Let's remember classic RISC pipeline, which is usually studied: http://en.wikipedia.org/wiki/Classic_RISC_pipeline. Here are its stages:
- IF = Instruction Fetch
- ID = Instruction Decode
- EX = Execute
- MEM = Memory access
- WB = Register write back
In RISC you can only have load
s and store
s to work with memory. And EX
stage for memory access instruction will compute the address in memory (take address from register file, scale it or add offset). Then address will be passed to MEM
stage.
Your example, mov (%eax), %ebx
is actually a load from memory without any additional computation and it can be represented even in RISC pipeline:
IF
- get the instruction from instruction memory
ID
- decode instruction, pass "eax" register to ALU as operand; remember "ebx" as output for WB (in control unit);
EX
- compute "eax+0" in ALU and pass result to next stage MEM
(as address in memory)
MEM
- take address from EX
stage (from ALU), go to memory and take value (this stage can take several ticks to reach memory with blocking of the pipeline). Pass value to WB
WB
- take value from MEM
and pass it back to register file. Control unit should set the register file into mode: "Writing"+"EBX selected"

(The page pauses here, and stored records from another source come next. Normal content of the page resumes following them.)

fn rotation_warnings(input: &OverRefractionInput, handled: RotationHandling) -> Vec<Warning> {
    let mut out = vec![];
    let r = input.rotation;
    match handled {
        RotationHandling::Ignored => out.push(warn(
            WarningKind::RotationIgnored,
            Field::Rotation,
            if input.worn_at.is_cornea() {
                "the worn lens has no cylinder, so its rotation changes nothing: not used".to_string()
            } else {
                "a rotation applies only to a toric contact lens, not to spectacles: not used".to_string()
            },
        )),
        RotationHandling::Compensated | RotationHandling::PlacedOnly => {
            if ROTATION_WARN.exceeded_by(f64::from(r.amount())) {
                out.push(warn(
                    WarningKind::RotationLarge,
                    Field::Rotation,
                    format!(
                        "a rotation of {}° is above {ROTATION_WARN}°: a refit is usually better than compensating",
                        r.amount()
                    ),
                ));
            }
        }
        RotationHandling::NotGiven => {}
    }
    if input.unstable && input.worn_at.is_cornea() {
        out.push(warn(
            WarningKind::RotationUnstable,
            Field::Rotation,
            "the lens is described as unstable: a refit is usually better than compensating its rotation".into(),
        ));
    }
    out
}

fn over_refraction_warnings(input: &OverRefractionInput) -> Vec<Warning> {
    let mut out = vec![];
    let (or, worn) = (input.over_refraction.to_minus_cyl(), input.worn.to_minus_cyl());
    if or.cylinder().abs() > worn.cylinder().abs() + 1e-9 {
        let worn_cyl = if worn.is_spherical() {
            "none".to_string()
        } else {
            fmt_power(worn.cylinder())
        };
        out.push(warn(
            WarningKind::OverRefractionCylinder,
            Field::OverRefraction,
            format!(
                "the over-refraction has more cylinder ({}) than the worn lens ({worn_cyl}): check the fit and the refraction",
                fmt_power(or.cylinder())
            ),
        ));
    }
    let strongest = strongest_meridian(&or);
    if OVER_REFRACTION_WARN.exceeded_by(strongest) {
        out.push(warn(
            WarningKind::OverRefractionHigh,
            Field::OverRefraction,
            format!(
                "an over-refraction meridian of {} is beyond {OVER_REFRACTION_WARN}: check the fit and the refraction",
                fmt_power(strongest)
            ),
        ));
    }
    out
}

/// Compute the over-refraction panel for one eye.
///
/// Refuses a rigid lens (an error at [`Field::LensType`]): the thin-lens
/// model has no tear lens, so it does not pretend to give an order.
///
/// ```
/// use lensplane_core::*;
/// // O4 [derived]: -7.00 -1.50 ×170 spectacles at 12 mm, over-refraction -0.50 -0.25 ×080 at 12 mm, to the cornea.
/// let r = over_refraction_report(&OverRefractionInput {
///     worn: Rx::new(-7.0, -1.5, 170)?,
///     worn_at: VertexDistance::SPECTACLES,
///     over_refraction: Rx::new(-0.5, -0.25, 80)?,
///     over_refraction_at: VertexDistance::SPECTACLES,
///     target: VertexDistance::CORNEA,
///     rotation: Rotation::NONE,
///     unstable: false,
///     rigid: false,
///     settings: OrderSettings::default(),
/// })?;
/// assert_eq!(r.combined_at_worn.to_string(), "-7.75 -1.25 ×170");
/// assert_eq!(r.exact.to_string(), "-7.09 -1.03 ×170");
/// assert_eq!(r.recommendation.order.lens.to_string(), "-7.00 -1.25 ×170");
/// # Ok::<(), Error>(())
/// ```
pub fn over_refraction_report(input: &OverRefractionInput) -> Result<OverRefractionReport, Error> {
    if input.rigid {
        return Err(Error::new(ErrorKind::RigidLens, Field::LensType, None));
    }
    input.settings.validate()?;
    let planes = OverRefractionPlanes {
        worn: input.worn_at,
        over_refraction: input.over_refraction_at,
        target: input.target,
    };
    let handled = handling(input);
    let used_rotation = match handled {
        RotationHandling::Compensated | RotationHandling::PlacedOnly => input.rotation,
        RotationHandling::NotGiven | RotationHandling::Ignored => Rotation::NONE,
    };
    let worn_matrix = worn_on_eye(&input.worn, used_rotation);
    let or_matrix = PowerMatrix::from_rx(&input.over_refraction);
    let chain = combine_over_refraction(&worn_matrix, &or_matrix, &planes)?;
    let compensated = handled == RotationHandling::Compensated;
    let order = if compensated {
        lars_order(&chain.at_target, input.rotation)
    } else {
        chain.at_target
    };
    let exact = order.to_rx();
    // The worn lens at the target plane, in the frame of `order`.
    let worn_frame = if compensated {
        PowerMatrix::from_rx(&input.worn)
    } else {
        worn_matrix
    };
    let worn_at_target = worn_frame.moved(input.worn_at.metres() - input.target.metres())?;
    let recommendation = recommend(&exact, input.target, &input.settings)?;

    let mut warnings = retag(rx_warnings(&input.worn), Field::Rx);
    warnings.extend(retag(rx_warnings(&input.over_refraction), Field::OverRefraction));
    warnings.extend(over_refraction_warnings(input));
    warnings.extend(rotation_warnings(input, handled));
    if !input.over_refraction_at.is_cornea() && !VERTEX_USUAL.contains(input.over_refraction_at.mm()) {
        warnings.push(warn(
            WarningKind::UnusualVertex,
            Field::OverRefractionVertex,
            format!(
                "vertex distance {} mm is unusual for a trial frame or refractor (usually {VERTEX_USUAL}): check it",
                fmt_length(input.over_refraction_at.mm())
            ),
        ));
    }
    // The vertex checks of the move from the worn lens to the new one; "below a
    // quarter step" is left out: what changed is reported on its own.
    warnings.extend(
        vertex_warnings(&chain.combined_at_worn.to_rx(), input.worn_at, input.target)
            .into_iter()
            .filter(|w| w.kind != WarningKind::BelowQuarterStep),
    );
    if input.target.is_cornea() {
        if let Some(stock) = input.settings.stock {
            let lens = recommendation.order.lens.meridians();
            if let Some(m) = lens.both().iter().find(|m| m.power < stock.min || m.power > stock.max) {
                warnings.push(warn(
                    WarningKind::OutsideStock,
                    Field::Ordered,
                    format!(
                        "{} is outside the usual stock range ({} to {}): may need a special order",
                        fmt_power(m.power),
                        fmt_power(stock.min),
                        fmt_power(stock.max)
                    ),
                ));
            }
        }
    }
    let needed = chain.at_target.principal_powers();
    Ok(OverRefractionReport {
        worn: input.worn,
        over_refraction: input.over_refraction,
        planes,
        rotation: input.rotation,
        rotation_handling: handled,
        worn_on_eye: worn_matrix.to_rx(),
        over_refraction_at_worn: chain.over_refraction_at_worn.to_rx(),
        combined_at_worn: chain.combined_at_worn.to_rx(),
        ocular_refraction: chain.ocular_refraction.to_rx(),
        needed_at_target: chain.at_target.to_rx(),
        needed_axis_exact: needed.axis,
        exact,
        exact_plus_cyl: exact.to_plus_cyl(),
        exact_axis: order.principal_powers().axis,
        recommendation,
        reason: reason(input, handled),
        change: change(&order, &worn_at_target, input.target),
        vector_check: VectorCheck::new(
            &worn_matrix.to_rx(),
            &chain.over_refraction_at_worn.to_rx(),
            &chain.combined_at_worn,
        ),
        warnings,
    })
}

Situation is more complex in true CISC instruction, e.g. add (%eax), %ebx
(load word T
from [%eax]
memory, then store T+%ebx
to %ebx
). This instruction needs both address computation and addition in ALU. This can't be easily represented in simplest RISC (MIPS) pipelines.
First x86 cpu (8086) was not pipelined, it executed only single instruction at any moment. But since 80386 there is pipeline with 6 stages, which is more complex than in RISC. There is presentation about its pipeline, comparing it with MIPS: http://www.academic.marist.edu/~jzbv/architecture/Projects/projects2004/INTEL%20X86%20PIPELINING.ppt
Slide 17 says:
- Intel combines the
mem
and EX
stages to avoid loads and stalls, but does create stalls for address computation
- All stages in mips takes one cycle, where as Intel may take more than one for certain stages. This creates asymmetric performance
In my example, add
will be executed in that combined "MEM+EX
" stage for several CPU ticks, generating many stalls.
Modern x86 CPUs have very long pipeline (16 stages is typical), and they are RISC-like cpus internally. Decoder stages (3 stage or more) will break most complex x86 instructions into series of internal RISC-like micro-operations (sometimes up to 450 microoperations per instruction are generated with help of microcode; more typical is 2-3 microoperations). For complex ALU/MEM operations, there will be microop for address computation, then microop for memory load and then microop for ALU action. Microoperations will have depends between them, and planned to different execution ports.